• INSTRUCTIONS FOR THE TASK: Every line below must be given again exactly.

• AVAILABLE DATA:
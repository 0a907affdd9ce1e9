package dynamic

import (
	"fmt"
	"math"

	"evenkeel/limits"
)

// Kind says which published model a resource follows.
type Kind uint8

const (
	// Steam is a steam turbine with its governor: droop, governor lag, steam chest, and
	// reheat where HighPressureShare is below 1. Kundur, Power System Stability and
	// Control, 1994, section 11.1.2 (form from memory).
	Steam Kind = iota
	// Gas is a gas turbine: droop, governor, fuel and turbine lags in series (common
	// practice).
	Gas
	// Hydro is a hydraulic turbine: permanent and transient droop, dashpot, servomotor and
	// the water column (1 − TW·s)/(1 + TW/2·s), whose first move is the wrong way. Kundur
	// 1994, section 9.1 (form from memory).
	Hydro
	// Droop is a converter that follows frequency: measuring delay, deadband, slope, lag,
	// ramp.
	Droop
	// Step is a response set off at a level: nothing until then, after it a course in time;
	// ready again RestS after its end. A wind turbine's rotor that must recover is one too.
	Step
	// Synthetic is synthetic inertia: power in proportion to the filtered rate of change.
	Synthetic
	kinds
)

func (k Kind) String() string {
	return [...]string{"steam", "gas", "hydro", "droop", "step", "synthetic"}[k]
}

// Kinds lists all kinds.
func Kinds() []Kind {
	list := make([]Kind, kinds)
	for i := range list {
		list[i] = Kind(i)
	}
	return list
}

// Model is how one kind of resource answers frequency. Times are in seconds; a lag of 0
// is none. Percentages of droop and rate count on the unit's rating.
type Model struct {
	Name string
	Kind Kind

	// Governors and Droop: the whole rating for DroopPct percent of nominal frequency
	// beyond the deadband, times Gain (0: 1).
	DroopPct    float64
	Gain        float64
	DeadbandHz  float64 // response counts from its edge
	RatePctPerS float64 // of the valve, gate or converter; 0: not limited

	GovernorS float64 // governor lag; Hydro: of the pilot valve and servomotor

	ChestS            float64 // Steam
	ReheatS           float64
	HighPressureShare float64 // of the output before the reheater, 0 to 1

	FuelS    float64 // Gas
	TurbineS float64

	TransientDroopPct float64 // Hydro
	DashpotS          float64
	WaterS            float64 // water starting time

	DelayS float64 // Droop: measuring delay
	LagS   float64 // Droop

	LevelHz float64       // Step: deviation from nominal that sets it off
	Course  limits.Timing // Step: from then on; all of the response within DelayS + RampS
	RestS   float64       // Step: from the end of the course until it is ready again

	FilterS float64 // Synthetic: of the rate of change
}

// Defaults gives a kind's usual parameters.
//
//   - Steam: droop 5 %, governor lag 0.2 s, chest 0.3 s, reheat 7 s, high-pressure share
//     0.3 (Kundur 1994, section 11.1 and examples, from memory).
//   - Gas: droop 4 %, lags 0.4, 0.1 and 0.2 s (common practice).
//   - Hydro: water starting time 2 s, droop 5 %, and for it, on a machine of mechanical
//     starting time 8 s, transient droop (2.3 − (TW − 1)·0.15)·TW/TM = 54 % and dashpot
//     (5 − (TW − 1)·0.5)·TW = 9 s (Kundur 1994, section 9.1, from memory), servo 0.5 s.
//   - Droop: 0.1 s of measuring delay, lag 0.1 s, whole rating for 2 % (common practice).
//   - Step: at 0.3 Hz, out within 1.3 s, held for 30 s, ready again after 15 min: the
//     slowest variant of the Nordic fast frequency reserve (ENTSO-E, technical
//     requirements, read).
//   - Synthetic: filter of 0.1 s (common practice).
//   - Deadband of governors 10 mHz: Regulation (EU) 2017/1485, annex V (read: insensitivity
//     and deadband together in Continental Europe and the Nordic area).
func Defaults(k Kind) Model {
	m := Model{Kind: k, Gain: 1}
	switch k {
	case Steam:
		m.DroopPct, m.DeadbandHz, m.GovernorS, m.ChestS, m.ReheatS, m.HighPressureShare = 5, 0.01, 0.2, 0.3, 7, 0.3
	case Gas:
		m.DroopPct, m.DeadbandHz, m.GovernorS, m.FuelS, m.TurbineS = 4, 0.01, 0.4, 0.1, 0.2
	case Hydro:
		m.DroopPct, m.DeadbandHz, m.GovernorS, m.TransientDroopPct, m.DashpotS, m.WaterS = 5, 0.01, 0.5, 54, 9, 2
	case Droop:
		m.DroopPct, m.DeadbandHz, m.DelayS, m.LagS = 2, 0.01, 0.1, 0.1
	case Step:
		m.LevelHz, m.Course, m.RestS = 0.3, limits.Timing{DelayS: 0.3, RampS: 1, HoldS: 30}, 900
	case Synthetic:
		m.FilterS = 0.1
	}
	return m
}

// leastLagS is the shortest lag that is simulated: shorter ones only cost steps.
const leastLagS = 0.005

// Check reports what makes a model meaningless.
func (m *Model) Check() error {
	for _, v := range []struct {
		name string
		x    float64
	}{
		{"gain", m.Gain}, {"deadband", m.DeadbandHz}, {"rate limit", m.RatePctPerS}, {"governor lag", m.GovernorS}, {"steam chest lag", m.ChestS}, {"reheat time", m.ReheatS},
		{"high-pressure share", m.HighPressureShare}, {"fuel lag", m.FuelS}, {"turbine lag", m.TurbineS}, {"transient droop", m.TransientDroopPct}, {"dashpot time", m.DashpotS},
		{"water starting time", m.WaterS}, {"measuring delay", m.DelayS}, {"lag", m.LagS}, {"rest", m.RestS}, {"filter", m.FilterS},
	} {
		if !(v.x >= 0) || math.IsInf(v.x, 0) {
			return fmt.Errorf("the %s is %v; it must be 0 or more", v.name, v.x)
		}
		if v.x > 0 && v.x < leastLagS {
			switch v.name {
			case "governor lag", "steam chest lag", "reheat time", "fuel lag", "turbine lag", "measuring delay", "lag", "filter", "dashpot time", "water starting time":
				return fmt.Errorf("the %s is %v s; it must be 0 or at least %g s", v.name, v.x, leastLagS)
			}
		}
	}
	switch m.Kind {
	case Steam, Gas, Hydro, Droop:
		if !(m.DroopPct > 0) {
			return fmt.Errorf("the droop is %v %%; it must be above 0", m.DroopPct)
		}
	}
	switch m.Kind {
	case Steam:
		if m.HighPressureShare > 1 {
			return fmt.Errorf("the high-pressure share is %v; it must be at most 1", m.HighPressureShare)
		}
	case Hydro:
		switch {
		case m.TransientDroopPct > 0 && m.TransientDroopPct < m.DroopPct:
			return fmt.Errorf("the transient droop is %v %%, below the permanent one of %v %%; it must be at least that, or 0", m.TransientDroopPct, m.DroopPct)
		case m.TransientDroopPct > 0 && m.DashpotS == 0:
			return fmt.Errorf("the transient droop has no dashpot time")
		case m.GovernorS < 0.02:
			return fmt.Errorf("the governor lag of a hydro model is %v s; it must be at least 0.02 s", m.GovernorS)
		}
	case Step:
		if !(m.LevelHz > 0) {
			return fmt.Errorf("the level is %v Hz from nominal; it must be above 0", m.LevelHz)
		}
		if _, err := m.Course.Shape(); err != nil {
			return err
		}
	case Synthetic:
		if m.FilterS < 0.01 {
			return fmt.Errorf("the filter is %v s; a rate of change needs at least 0.01 s", m.FilterS)
		}
	}
	if m.RatePctPerS > 0 && m.Kind != Step && m.Kind != Synthetic {
		lag := m.GovernorS
		if m.Kind == Droop {
			lag = m.LagS
		}
		if lag == 0 {
			return fmt.Errorf("a rate limit needs a lag to act on (governor lag, or lag of a converter)")
		}
	}
	return nil
}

• TASK SOLUTION:
repository 0a907affdd9ce1e9
package dynamic

import (
	"fmt"
	"math"

	"evenkeel/limits"
)

// Kind says which published model a resource follows.
type Kind uint8

const (
	// Steam is a steam turbine with its governor: droop, governor lag, steam chest, and
	// reheat where HighPressureShare is below 1. Kundur, Power System Stability and
	// Control, 1994, section 11.1.2 (form from memory).
	Steam Kind = iota
	// Gas is a gas turbine: droop, governor, fuel and turbine lags in series (common
	// practice).
	Gas
	// Hydro is a hydraulic turbine: permanent and transient droop, dashpot, servomotor and
	// the water column (1 − TW·s)/(1 + TW/2·s), whose first move is the wrong way. Kundur
	// 1994, section 9.1 (form from memory).
	Hydro
	// Droop is a converter that follows frequency: measuring delay, deadband, slope, lag,
	// ramp.
	Droop
	// Step is a response set off at a level: nothing until then, after it a course in time;
	// ready again RestS after its end. A wind turbine's rotor that must recover is one too.
	Step
	// Synthetic is synthetic inertia: power in proportion to the filtered rate of change.
	Synthetic
	kinds
)

func (k Kind) String() string {
	return [...]string{"steam", "gas", "hydro", "droop", "step", "synthetic"}[k]
}

// Kinds lists all kinds.
func Kinds() []Kind {
	list := make([]Kind, kinds)
	for i := range list {
		list[i] = Kind(i)
	}
	return list
}

// Model is how one kind of resource answers frequency. Times are in seconds; a lag of 0
// is none. Percentages of droop and rate count on the unit's rating.
type Model struct {
	Name string
	Kind Kind

	// Governors and Droop: the whole rating for DroopPct percent of nominal frequency
	// beyond the deadband, times Gain (0: 1).
	DroopPct    float64
	Gain        float64
	DeadbandHz  float64 // response counts from its edge
	RatePctPerS float64 // of the valve, gate or converter; 0: not limited

	GovernorS float64 // governor lag; Hydro: of the pilot valve and servomotor

	ChestS            float64 // Steam
	ReheatS           float64
	HighPressureShare float64 // of the output before the reheater, 0 to 1

	FuelS    float64 // Gas
	TurbineS float64

	TransientDroopPct float64 // Hydro
	DashpotS          float64
	WaterS            float64 // water starting time

	DelayS float64 // Droop: measuring delay
	LagS   float64 // Droop

	LevelHz float64       // Step: deviation from nominal that sets it off
	Course  limits.Timing // Step: from then on; all of the response within DelayS + RampS
	RestS   float64       // Step: from the end of the course until it is ready again

	FilterS float64 // Synthetic: of the rate of change
}

// Defaults gives a kind's usual parameters.
//
//   - Steam: droop 5 %, governor lag 0.2 s, chest 0.3 s, reheat 7 s, high-pressure share
//     0.3 (Kundur 1994, section 11.1 and examples, from memory).
//   - Gas: droop 4 %, lags 0.4, 0.1 and 0.2 s (common practice).
//   - Hydro: water starting time 2 s, droop 5 %, and for it, on a machine of mechanical
//     starting time 8 s, transient droop (2.3 − (TW − 1)·0.15)·TW/TM = 54 % and dashpot
//     (5 − (TW − 1)·0.5)·TW = 9 s (Kundur 1994, section 9.1, from memory), servo 0.5 s.
//   - Droop: 0.1 s of measuring delay, lag 0.1 s, whole rating for 2 % (common practice).
//   - Step: at 0.3 Hz, out within 1.3 s, held for 30 s, ready again after 15 min: the
//     slowest variant of the Nordic fast frequency reserve (ENTSO-E, technical
//     requirements, read).
//   - Synthetic: filter of 0.1 s (common practice).
//   - Deadband of governors 10 mHz: Regulation (EU) 2017/1485, annex V (read: insensitivity
//     and deadband together in Continental Europe and the Nordic area).
func Defaults(k Kind) Model {
	m := Model{Kind: k, Gain: 1}
	switch k {
	case Steam:
		m.DroopPct, m.DeadbandHz, m.GovernorS, m.ChestS, m.ReheatS, m.HighPressureShare = 5, 0.01, 0.2, 0.3, 7, 0.3
	case Gas:
		m.DroopPct, m.DeadbandHz, m.GovernorS, m.FuelS, m.TurbineS = 4, 0.01, 0.4, 0.1, 0.2
	case Hydro:
		m.DroopPct, m.DeadbandHz, m.GovernorS, m.TransientDroopPct, m.DashpotS, m.WaterS = 5, 0.01, 0.5, 54, 9, 2
	case Droop:
		m.DroopPct, m.DeadbandHz, m.DelayS, m.LagS = 2, 0.01, 0.1, 0.1
	case Step:
		m.LevelHz, m.Course, m.RestS = 0.3, limits.Timing{DelayS: 0.3, RampS: 1, HoldS: 30}, 900
	case Synthetic:
		m.FilterS = 0.1
	}
	return m
}

// leastLagS is the shortest lag that is simulated: shorter ones only cost steps.
const leastLagS = 0.005

// Check reports what makes a model meaningless.
func (m *Model) Check() error {
	for _, v := range []struct {
		name string
		x    float64
	}{
		{"gain", m.Gain}, {"deadband", m.DeadbandHz}, {"rate limit", m.RatePctPerS}, {"governor lag", m.GovernorS}, {"steam chest lag", m.ChestS}, {"reheat time", m.ReheatS},
		{"high-pressure share", m.HighPressureShare}, {"fuel lag", m.FuelS}, {"turbine lag", m.TurbineS}, {"transient droop", m.TransientDroopPct}, {"dashpot time", m.DashpotS},
		{"water starting time", m.WaterS}, {"measuring delay", m.DelayS}, {"lag", m.LagS}, {"rest", m.RestS}, {"filter", m.FilterS},
	} {
		if !(v.x >= 0) || math.IsInf(v.x, 0) {
			return fmt.Errorf("the %s is %v; it must be 0 or more", v.name, v.x)
		}
		if v.x > 0 && v.x < leastLagS {
			switch v.name {
			case "governor lag", "steam chest lag", "reheat time", "fuel lag", "turbine lag", "measuring delay", "lag", "filter", "dashpot time", "water starting time":
				return fmt.Errorf("the %s is %v s; it must be 0 or at least %g s", v.name, v.x, leastLagS)
			}
		}
	}
	switch m.Kind {
	case Steam, Gas, Hydro, Droop:
		if !(m.DroopPct > 0) {
			return fmt.Errorf("the droop is %v %%; it must be above 0", m.DroopPct)
		}
	}
	switch m.Kind {
	case Steam:
		if m.HighPressureShare > 1 {
			return fmt.Errorf("the high-pressure share is %v; it must be at most 1", m.HighPressureShare)
		}
	case Hydro:
		switch {
		case m.TransientDroopPct > 0 && m.TransientDroopPct < m.DroopPct:
			return fmt.Errorf("the transient droop is %v %%, below the permanent one of %v %%; it must be at least that, or 0", m.TransientDroopPct, m.DroopPct)
		case m.TransientDroopPct > 0 && m.DashpotS == 0:
			return fmt.Errorf("the transient droop has no dashpot time")
		case m.GovernorS < 0.02:
			return fmt.Errorf("the governor lag of a hydro model is %v s; it must be at least 0.02 s", m.GovernorS)
		}
	case Step:
		if !(m.LevelHz > 0) {
			return fmt.Errorf("the level is %v Hz from nominal; it must be above 0", m.LevelHz)
		}
		if _, err := m.Course.Shape(); err != nil {
			return err
		}
	case Synthetic:
		if m.FilterS < 0.01 {
			return fmt.Errorf("the filter is %v s; a rate of change needs at least 0.01 s", m.FilterS)
		}
	}
	if m.RatePctPerS > 0 && m.Kind != Step && m.Kind != Synthetic {
		lag := m.GovernorS
		if m.Kind == Droop {
			lag = m.LagS
		}
		if lag == 0 {
			return fmt.Errorf("a rate limit needs a lag to act on (governor lag, or lag of a converter)")
		}
	}
	return nil
}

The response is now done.